Guilty of all camping offences. Over 35 years my friends and I camped on a farm once owned by Beatrix Potter. A view of the Langdale Pikes if you walked a few yards up the knoll we pitched on.
No bogs, only tap water was in a barn 1/2 mile away. It wasn't a camp site, it was a farm with camping for the very very lucky.
I used to put a Persian rug in my cosmos tent, allegedly 5+ person, one person with comforts I would say, double length sheepskin on top of the rug. Left the sleeping bag in the car and used a very large goose down quilt.
Cognac and whisky decanters in a wooden box with cut crystal glasses, tumbler and balloon.
Gas fridges, we left a big cast iron barbecue in the gorse bushes, too dirty and big for the motors.
We took air rifles, catapults, pistols, bicycles, a chainsaw.
If 6 of us went we took 6 tents, we took an army mess tent in the later years for cooking and idling when the weather was crap.
For all of that the bogs was ones chosen place somewhere on the old metal mine spoil tips across a ravine.
Washed and shaved in a freezing the year round beck.
Also done the hardcore cycle touring with no tent, goretex fitted bivi bag for the sleeping bag and a 12mm thick very old Karrimat.
Woods, over a wall, behind a gate, on a council football field.

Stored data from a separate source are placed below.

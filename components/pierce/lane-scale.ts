import type { Stage } from '@/strategy/pierce/stage.ts';
import { quantityIn, type Dimension, type UnitSystem } from '@/strategy/units/index.ts';
import { niceCeiling } from './nice-ticks.ts';
import { lanePoints, type LaneName } from './section-layout.ts';

/** The line above a lane that its name stands on, px. */
export const nameRow = 24;
const below = 16;

/** Height of a lane with its name, px, from the height of its drawn range. */
export const laneHeight = (box: number): number => nameRow + box + below;

const measures: Readonly<Record<LaneName, { dimension: Dimension; metric: string; inch: string }>> = {
  standoff: { dimension: 'length', metric: 'mm', inch: 'in' },
  focusPosition: { dimension: 'length', metric: 'mm', inch: 'in' },
  meanPower: { dimension: 'power', metric: 'kW', inch: 'kW' },
  oxygenPressure: { dimension: 'pressure', metric: 'bar', inch: 'psi' },
};

export const laneUnit = (lane: LaneName, system: UnitSystem): string => measures[lane][system];

export const laneNumber = (si: number, lane: LaneName, system: UnitSystem): number =>
  quantityIn(si, measures[lane].dimension, measures[lane][system]);

/** What a lane's drawn range stands for, in the lane's unit. */
export type LaneScale = { readonly floor: number; readonly most: number };

/** Round ends that hold every course given, and zero. */
export function laneScale(courses: readonly (readonly Stage[])[], lane: LaneName, system: UnitSystem): LaneScale {
  const values = courses.flatMap((stages) =>
    lanePoints(stages, lane).map(({ value }) => laneNumber(value, lane, system)),
  );
  const least = Math.min(0, ...values);
  return { floor: least < 0 ? -niceCeiling(-least) : 0, most: niceCeiling(Math.max(0, ...values)) };
}

/** Height of a number of the lane's unit in px from the page's top, for a lane that begins at `top`. */
export const laneY = (value: number, { floor, most }: LaneScale, top: number, box: number): number =>
  top + nameRow + box - ((value - floor) / (most - floor)) * box;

In workman's huts and railway maintenance buildings, stable buildings complete with farting horses and once under an upturned rowing boat.
I mentioned elsewhere about packing a Canon F1 camera and three lenses when I toured as a young man, not ever in my remaining years will such nonsense happen again. I'll use the saving in weight to carry more fine liquor.
Oh and I truly loath large campsites, they are the devil's work.